### Data records

// A part against its measurement: model and measured impedance compared point by point (the error in dB is
// 20·log10(|Z_model|/|Z_measured|), the phase error arg(Z_model/Z_measured)), a warning above folio.yaml's
// threshold, errors for files that are not measurements, and the fit beside the typed model. The
// measurements are synthesised in the tests (test/measure/measured-library.ts, complex.js).

import { describe, expect, it } from 'vitest';
import { libraryMeasurements } from '../../src/measure/part-measurements.js';
import { formatDiagnostic } from '../../src/model/diagnostics.js';
import { loadLibrary } from '../../src/model/library.js';
import { referenceZAt } from '../reference/impedance.js';
import { MEASURED_TRUTH, measuredLibrary, measuredTree } from './measured-library.js';

function measure(options: Parameters<typeof measuredLibrary>[0] = {}, warnDb = 1) {
  const { library, diagnostics } = loadLibrary(measuredLibrary(options));
  expect(diagnostics).toEqual([]);
  return { library: library!, ...libraryMeasurements(library!.parts, warnDb) };
}

describe('libraryMeasurements', () => {
  it('a model typed as the truth matches its noiseless measurement: errors at rounding level, no warning', () => {
    const { byPart, diagnostics } = measure();
    expect(diagnostics).toEqual([]);
    const [m] = byPart.get('CAP-M')!;
    expect(m.fixture).toBe('shunt-thru');
    expect(m.measured.frequencies).toHaveLength(241);
    expect(m.residual.maxDb).toBeLessThan(1e-9);
    expect(m.residual.rmsDeg).toBeLessThan(1e-9);
  });

  it('an entry without a fixture takes shunt-thru for a capacitor in a two-port file', () => {
    const [m] = measure({ entry: '{file: measurements/cap.s2p}' }).byPart.get('CAP-M')!;
    expect([m.fixture, m.fixtureByDefault]).toEqual(['shunt-thru', true]);
  });

  it('the error at each point is 20·log10 |Z_model/Z_measured| and arg(Z_model/Z_measured) (complex.js)', () => {
    // Typed ESR 60 mΩ against a measured 20 mΩ: the error is largest at resonance, 20·log10(3) ≈ 9.54 dB.
    const { byPart, diagnostics } = measure({ typed: '{esr: 60m, esl: 0.5n}' });
    const [m] = byPart.get('CAP-M')!;
    const typed = loadLibrary(measuredLibrary({ typed: '{esr: 60m, esl: 0.5n}' })).library!.partsById.get('CAP-M')!.network;
    m.measured.frequencies.forEach((f, k) => {
      const ratio = referenceZAt(typed, f).div(referenceZAt(measuredTree, f));
      expect(Math.abs(m.errorDb[k] - 20 * Math.log10(ratio.abs()))).toBeLessThan(1e-9);
      expect(Math.abs(m.errorDeg[k] - (ratio.arg() * 180) / Math.PI)).toBeLessThan(1e-9);
    });
    const srf = 1 / (2 * Math.PI * Math.sqrt(MEASURED_TRUTH.esl * MEASURED_TRUTH.nominal));
    expect(m.residual.maxDb).toBeGreaterThan(9);
    expect(m.residual.maxDb).toBeLessThanOrEqual(20 * Math.log10(3) + 1e-9);
    expect(Math.abs(Math.log(m.worstHz / srf))).toBeLessThan(0.03);
    // rms over the sweep is well below the peak but above 1 dB: a warning at the entry.
    expect(m.residual.rmsDb).toBeGreaterThan(1);
    expect(diagnostics.map(formatDiagnostic)).toEqual([
      `parts/cap.yaml:7:5: warning: measurements[0]: the model misses measurements/cap.s2p by ${m.residual.rmsDb.toFixed(2)} dB rms in |Z| (up to ${m.residual.maxDb.toFixed(2)} dB, at 22.4 MHz), more than the 1 dB folio.yaml allows (measurements: warn-above); "zfolio fit measurements/cap.s2p --kind capacitor --fixture shunt-thru" gives a model that matches it`,
    ]);
  });

  it('no warning when the threshold is above the miss', () => {
    const { diagnostics } = measure({ typed: '{esr: 60m, esl: 0.5n}' }, 10);
    expect(diagnostics).toEqual([]);
  });

  it('the fit beside the typed model gives the measured values back', () => {
    const { byPart } = measure({ typed: '{esr: 40m, esl: 0.6n}' });
    const [m] = byPart.get('CAP-M')!;
    for (const [name, value] of Object.entries(MEASURED_TRUTH)) expect(Math.abs(m.fit!.parameters[name] / value - 1)).toBeLessThan(1e-6);
  });

  it('a file that is not Touchstone is an error in that file; a fixture that does not fit it, at the entry', () => {
    const bad = libraryMeasurements(loadLibrary(measuredLibrary({ measurement: '# GHz S RI R 50\n1 0.1 0.2 x 0 0 0 0 0\n' })).library!.parts, 1);
    expect(bad.diagnostics.map(formatDiagnostic)).toEqual(['measurements/cap.s2p:2:11: expected a number, found "x"']);
    expect(bad.byPart.get('CAP-M')).toEqual([]);
    const wrong = libraryMeasurements(loadLibrary(measuredLibrary({ entry: '{file: measurements/cap.s2p, fixture: reflection}' })).library!.parts, 1);
    expect(wrong.diagnostics.map(formatDiagnostic)).toEqual([
      'parts/cap.yaml:7:5: measurements[0]: measurements/cap.s2p: a reflection measurement needs a 1-port file, found 2 ports; a two-port file is a shunt-thru or series-thru measurement',
    ]);
  });

  it('parts without measurements are not listed', () => {
    const { library } = measure();
    expect([...libraryMeasurements(library.parts.map((p) => ({ ...p, measurements: [] })), 1).byPart.keys()]).toEqual([]);
  });
});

######

■ Activity: Transcribe the entries above, every line exactly as it reads.

■ Finished exercise:
// A part against its measurement: model and measured impedance compared point by point (the error in dB is
// 20·log10(|Z_model|/|Z_measured|), the phase error arg(Z_model/Z_measured)), a warning above folio.yaml's
// threshold, errors for files that are not measurements, and the fit beside the typed model. The
// measurements are synthesised in the tests (test/measure/measured-library.ts, complex.js).

import { describe, expect, it } from 'vitest';
import { libraryMeasurements } from '../../src/measure/part-measurements.js';
import { formatDiagnostic } from '../../src/model/diagnostics.js';
import { loadLibrary } from '../../src/model/library.js';
import { referenceZAt } from '../reference/impedance.js';
import { MEASURED_TRUTH, measuredLibrary, measuredTree } from './measured-library.js';

function measure(options: Parameters<typeof measuredLibrary>[0] = {}, warnDb = 1) {
  const { library, diagnostics } = loadLibrary(measuredLibrary(options));
  expect(diagnostics).toEqual([]);
  return { library: library!, ...libraryMeasurements(library!.parts, warnDb) };
}

describe('libraryMeasurements', () => {
  it('a model typed as the truth matches its noiseless measurement: errors at rounding level, no warning', () => {
    const { byPart, diagnostics } = measure();
    expect(diagnostics).toEqual([]);
    const [m] = byPart.get('CAP-M')!;
    expect(m.fixture).toBe('shunt-thru');
    expect(m.measured.frequencies).toHaveLength(241);
    expect(m.residual.maxDb).toBeLessThan(1e-9);
    expect(m.residual.rmsDeg).toBeLessThan(1e-9);
  });

  it('an entry without a fixture takes shunt-thru for a capacitor in a two-port file', () => {
    const [m] = measure({ entry: '{file: measurements/cap.s2p}' }).byPart.get('CAP-M')!;
    expect([m.fixture, m.fixtureByDefault]).toEqual(['shunt-thru', true]);
  });

  it('the error at each point is 20·log10 |Z_model/Z_measured| and arg(Z_model/Z_measured) (complex.js)', () => {
    // Typed ESR 60 mΩ against a measured 20 mΩ: the error is largest at resonance, 20·log10(3) ≈ 9.54 dB.
    const { byPart, diagnostics } = measure({ typed: '{esr: 60m, esl: 0.5n}' });
    const [m] = byPart.get('CAP-M')!;
    const typed = loadLibrary(measuredLibrary({ typed: '{esr: 60m, esl: 0.5n}' })).library!.partsById.get('CAP-M')!.network;
    m.measured.frequencies.forEach((f, k) => {
      const ratio = referenceZAt(typed, f).div(referenceZAt(measuredTree, f));
      expect(Math.abs(m.errorDb[k] - 20 * Math.log10(ratio.abs()))).toBeLessThan(1e-9);
      expect(Math.abs(m.errorDeg[k] - (ratio.arg() * 180) / Math.PI)).toBeLessThan(1e-9);
    });
    const srf = 1 / (2 * Math.PI * Math.sqrt(MEASURED_TRUTH.esl * MEASURED_TRUTH.nominal));
    expect(m.residual.maxDb).toBeGreaterThan(9);
    expect(m.residual.maxDb).toBeLessThanOrEqual(20 * Math.log10(3) + 1e-9);
    expect(Math.abs(Math.log(m.worstHz / srf))).toBeLessThan(0.03);
    // rms over the sweep is well below the peak but above 1 dB: a warning at the entry.
    expect(m.residual.rmsDb).toBeGreaterThan(1);
    expect(diagnostics.map(formatDiagnostic)).toEqual([
      `parts/cap.yaml:7:5: warning: measurements[0]: the model misses measurements/cap.s2p by ${m.residual.rmsDb.toFixed(2)} dB rms in |Z| (up to ${m.residual.maxDb.toFixed(2)} dB, at 22.4 MHz), more than the 1 dB folio.yaml allows (measurements: warn-above); "zfolio fit measurements/cap.s2p --kind capacitor --fixture shunt-thru" gives a model that matches it`,
    ]);
  });

  it('no warning when the threshold is above the miss', () => {
    const { diagnostics } = measure({ typed: '{esr: 60m, esl: 0.5n}' }, 10);
    expect(diagnostics).toEqual([]);
  });

  it('the fit beside the typed model gives the measured values back', () => {
    const { byPart } = measure({ typed: '{esr: 40m, esl: 0.6n}' });
    const [m] = byPart.get('CAP-M')!;
    for (const [name, value] of Object.entries(MEASURED_TRUTH)) expect(Math.abs(m.fit!.parameters[name] / value - 1)).toBeLessThan(1e-6);
  });

  it('a file that is not Touchstone is an error in that file; a fixture that does not fit it, at the entry', () => {
    const bad = libraryMeasurements(loadLibrary(measuredLibrary({ measurement: '# GHz S RI R 50\n1 0.1 0.2 x 0 0 0 0 0\n' })).library!.parts, 1);
    expect(bad.diagnostics.map(formatDiagnostic)).toEqual(['measurements/cap.s2p:2:11: expected a number, found "x"']);
    expect(bad.byPart.get('CAP-M')).toEqual([]);
    const wrong = libraryMeasurements(loadLibrary(measuredLibrary({ entry: '{file: measurements/cap.s2p, fixture: reflection}' })).library!.parts, 1);
    expect(wrong.diagnostics.map(formatDiagnostic)).toEqual([
      'parts/cap.yaml:7:5: measurements[0]: measurements/cap.s2p: a reflection measurement needs a 1-port file, found 2 ports; a two-port file is a shunt-thru or series-thru measurement',
    ]);
  });

  it('parts without measurements are not listed', () => {
    const { library } = measure();
    expect([...libraryMeasurements(library.parts.map((p) => ({ ...p, measurements: [] })), 1).byPart.keys()]).toEqual([]);
  });
});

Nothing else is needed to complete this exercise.